Early IL-6 signalling promotes IL-27 dependent maturation of regulatory T cells in the lungs and resolution of viral immunopathology

Interleukin-6 is a pleiotropic, pro-inflammatory cytokine that can promote both innate and adaptive immune responses. In humans with respiratory virus infections, such as Respiratory Syncytial Virus (RSV), elevated concentrations of IL-6 are associated with more severe disease. In contrast the polymorphisms in the Il6 promoter which favour lower IL-6 production are associated with increased risk of both RSV and Rhinovirus infections. To determine the precise contribution of IL-6 to protection and pathology we used murine models of respiratory virus infection. RSV infection resulted in increased IL-6 production both in the airways and systemically which remained heightened for at least 2 weeks. IL-6 depletion early, but not late, during RSV or Influenza A virus infection resulted in significantly increased disease associated with an influx of virus specific T _H1 and cytotoxic CD8 ⁺ T cells, whilst not affecting viral clearance. IL-6 acted by driving production of the immunoregulatory cytokine IL-27 by macrophages and monocytes, which in turn promoted the local maturation of regulatory T cells. Concordantly IL-27 was necessary to regulate T _H1 responses in the lungs, and sufficient to limit RSV induced disease. Overall we found that during respiratory virus infection the prototypic inflammatory cytokine IL-6 is a critical anti-inflammatory regulator of viral induced immunopathology in the respiratory tract through its induction of IL-27.

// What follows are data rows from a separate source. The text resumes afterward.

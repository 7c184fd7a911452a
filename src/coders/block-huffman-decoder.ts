import { BitReader } from '../bits/bit-reader.ts';
import { CorruptStreamError } from '../errors/errors.ts';
import { PrefixDecoder } from '../stages/prefix-decoder.ts';
import { PrefixTable } from '../stages/prefix-table.ts';
import { newSymbolArray, type SymbolArray } from '../symbols/sequence.ts';
import { expandKeys, MOST_NGRAMS, ngramSpace } from './block-huffman-ngrams.ts';
import type { BlockFit } from './block-huffman-tables.ts';
import type { DecodeLimits, Decoder, Setup } from './contract.ts';
import { symbolWidth } from './fixed.ts';
import { MessageWalk } from './message-frame.ts';
import { growSymbols } from './symbol-buffer.ts';

/** n-grams decoded between two copies of their symbols. */
const BATCH = 4096;

/** The words of one fit, ready to read. */
export class BlockReader {
  readonly tail: PrefixDecoder;
  readonly #blocks = new PrefixDecoder(MOST_NGRAMS + 1);
  readonly #n: number;
  readonly #alphabetSize: number;
  readonly #symbolBits: number;
  readonly #entries = new Uint32Array(BATCH);
  #escape = -1;
  #ids = new Uint32Array(0);
  /** n symbols an n-gram. */
  #symbols: SymbolArray;

  constructor(n: number, alphabetSize: number) {
    this.#n = n;
    this.#alphabetSize = alphabetSize;
    this.#symbolBits = symbolWidth(alphabetSize);
    this.#symbols = newSymbolArray(alphabetSize, 0);
    this.tail = new PrefixDecoder(alphabetSize);
  }

  get shortestBlockBits(): number {
    return this.#blocks.shortestWordBits;
  }

  /**
   * Takes the table of the n-grams; `escapeEntry` is the number of the escape's word, −1 for none.
   */
  setBlocks(table: PrefixTable, escapeEntry: number, expectedBlocks: number): void {
    const { count } = table;
    if (count > this.#ids.length)
      this.#ids = Uint32Array.from({ length: Math.max(64, 2 * count) }, (_, i) => i);
    this.#blocks.setWords(this.#ids, table.lengths, count, expectedBlocks);
    this.#escape = escapeEntry;
    const ngrams = escapeEntry < 0 ? count : escapeEntry;
    this.#symbols = growSymbols(this.#symbols, this.#alphabetSize, 0, ngrams * this.#n);
    expandKeys(table.symbols, ngrams, this.#n, this.#alphabetSize, this.#symbols);
  }

  /** Decodes `count` n-grams into `out` from `from` on and returns the index past them. */
  readBlocks(reader: BitReader, out: SymbolArray, from: number, count: number): number {
    const n = this.#n;
    const entries = this.#entries;
    const symbols = this.#symbols;
    let at = from;
    let left = count;
    while (left > 0) {
      const got = this.#blocks.decode(reader, entries, 0, Math.min(BATCH, left), this.#escape);
      left -= got;
      const escaped = entries[got - 1] === this.#escape;
      const whole = escaped ? got - 1 : got;
      for (let i = 0; i < whole; i++) {
        let source = entries[i] * n;
        for (const end = at + n; at < end; at++) out[at] = symbols[source++];
      }
      if (escaped) at = this.#readRaw(reader, out, at);
    }
    return at;
  }

  #readRaw(reader: BitReader, out: SymbolArray, from: number): number {
    for (let i = from; i < from + this.#n; i++) {
      const symbol = reader.readBits(this.#symbolBits);
      if (symbol >= this.#alphabetSize) {
        throw new CorruptStreamError('an escaped symbol is outside the alphabet', {
          bitOffset: reader.position - this.#symbolBits,
          expected: `below ${this.#alphabetSize}`,
          got: String(symbol),
        });
      }
      out[i] = symbol;
    }
    return from + this.#n;
  }
}

/** The words of shipped tables. */
export function shippedBlockReader(fit: BlockFit, n: number, alphabetSize: number): BlockReader {
  const words = new BlockReader(n, alphabetSize);
  words.setBlocks(fit.blocks, fit.escape, Number.POSITIVE_INFINITY);
  const { table } = fit.tail;
  words.tail.setWords(table.symbols, table.lengths, table.count, Number.POSITIVE_INFINITY);
  return words;
}

/** A decoder of `words`; under `sent` (without them) the tables come with the messages. */
export function blockDecoder(
  setup: Setup,
  limits: DecodeLimits,
  n: number,
  maxBits: number,
  shipped: BlockReader | undefined,
): Decoder {
  const { alphabetSize } = setup;
  const words = shipped ?? new BlockReader(n, alphabetSize);
  const table = new PrefixTable();
  const each = setup.reset === 'message';
  return {
    decode(input) {
      const reader = new BitReader(input.bytes);
      const walk = new MessageWalk(reader, setup, input, limits);
      let blocksKnown = shipped !== undefined;
      let tailKnown = shipped !== undefined;
      let symbols = newSymbolArray(alphabetSize, 0);
      let filled = 0;
      for (let count = walk.next(); count >= 0; count = walk.next()) {
        const blockCount = Math.floor(count / n);
        const tailCount = count % n;
        if (blockCount > 0 && !blocksKnown) {
          // Each n-gram that a table names is coded at least once.
          const most = each ? blockCount : Math.floor(limits.maxSymbols / n);
          table.read(reader, ngramSpace(alphabetSize, n), maxBits, Math.min(most, MOST_NGRAMS));
          words.setBlocks(table, -1, most);
          blocksKnown = !each;
        }
        if (tailCount > 0 && !tailKnown) {
          const most = each ? tailCount : limits.maxSymbols;
          table.read(reader, alphabetSize, maxBits, most);
          words.tail.setWords(table.symbols, table.lengths, table.count, most);
          tailKnown = !each;
        }
        const leastBits =
          (blockCount > 0 ? blockCount * words.shortestBlockBits : 0) +
          (tailCount > 0 ? tailCount * words.tail.shortestWordBits : 0);
        if (leastBits > reader.limit - reader.position) {
          throw new CorruptStreamError('a message says it holds more symbols than its bits can', {
            bitOffset: reader.position,
            got: `${count} symbols in at least ${leastBits} bits`,
          });
        }
        symbols = growSymbols(symbols, alphabetSize, filled, count);
        filled = words.readBlocks(reader, symbols, filled, blockCount);
        if (tailCount > 0) filled = words.tail.decode(reader, symbols, filled, filled + tailCount);
        walk.close(reader.position);
      }
      return {
        sequence: {
          alphabetSize,
          symbols: symbols.subarray(0, filled),
          messageEnds: walk.messageEnds,
        },
        bitsConsumed: reader.position,
      };
    },
  };
}
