import type { SymbolArray, SymbolChunk } from '../symbols/sequence.ts';
import type { DecodeLimits, Setup } from './contract.ts';

/** Coded bytes that lie outside memory. */
export interface CodedSource {
  readonly byteLength: number;
  /**
   * Fills `into` from byte `at` on, as far as there are bytes.
   * @returns bytes read: less than asked for only at the end
   */
  read(into: Uint8Array, at: number): number;
}

/** What a decoder in pieces is given of one unit; the optional parts only under the lengths rule that grants them. */
export interface PiecesInput {
  readonly source: CodedSource;
  readonly messageCount: number;
  /** Only under `link`. */
  readonly messageEndsBits?: Float64Array;
  /** Only under `known`. */
  readonly symbolCounts?: Uint32Array;
  /** Bytes of the source in memory at once, at least 4096; a table that is sent must lie in half of them. Absent: 2^20. */
  readonly windowBytes?: number;
}

/** Takes decoded symbols in their order. */
export interface DecodedTaker {
  /** `symbols[from … to − 1]` come next; the array is used again after the call. */
  take(symbols: SymbolArray, from: number, to: number): void;
  /** A message is complete. */
  end(): void;
}

/** Prices a unit chunk by chunk. */
export interface Pricer {
  push(chunk: SymbolChunk): void;
  finish(): PiecesPrice;
}

export interface PiecesPrice {
  readonly idealBits: number;
  readonly messageIdealBits: Float64Array;
  /** `fit` is over all distributions of this order; absent where the class has no best member. */
  readonly fitOrder?: number;
}

/**
 * The parts of a coder that work on data which memory cannot hold; its encoder then takes `Setup.sink`. They give what
 * the coder's own decoder and price give of the same unit.
 */
export interface InPieces {
  /**
   * Decodes a unit. Yields between blocks of symbols, so that the caller can do something else; returns the bits read,
   * padding included.
   * @throws CorruptStreamError, LimitError – and nothing else, whatever the bytes
   */
  decode(
    input: PiecesInput,
    setup: Setup,
    limits: DecodeLimits,
    taker: DecodedTaker,
  ): Generator<undefined, number, undefined>;
  /** `sent` with reset `message` prices each message by itself and holds one at a time. */
  pricer(setup: Setup): Pricer;
}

In clearing a respiratory virus, the host must strike a careful balance between the need to clear the infection and the potential of the immune response to damage the delicate structure of the lungs. Here we show that Interleukin-6, a soluble mediator commonly associated with inflammation and seen in humans with severe respiratory infection, is actually critical in promoting the resolution of the host response to respiratory virus infection and limiting disease. We have found that the early production of IL-6 after infection promotes the production of the regulatory mediator Interleukin-27 by lung resident immune cells, which in turn drives suppression of otherwise damaging inflammation. Removal of either IL-6 or IL-27 enhances disease during viral infection, while restoration of IL-27 is sufficient to allow faster recovery. Thus we have identified a novel immunological network within the respiratory tract which accelerates recovery after respiratory virus infection.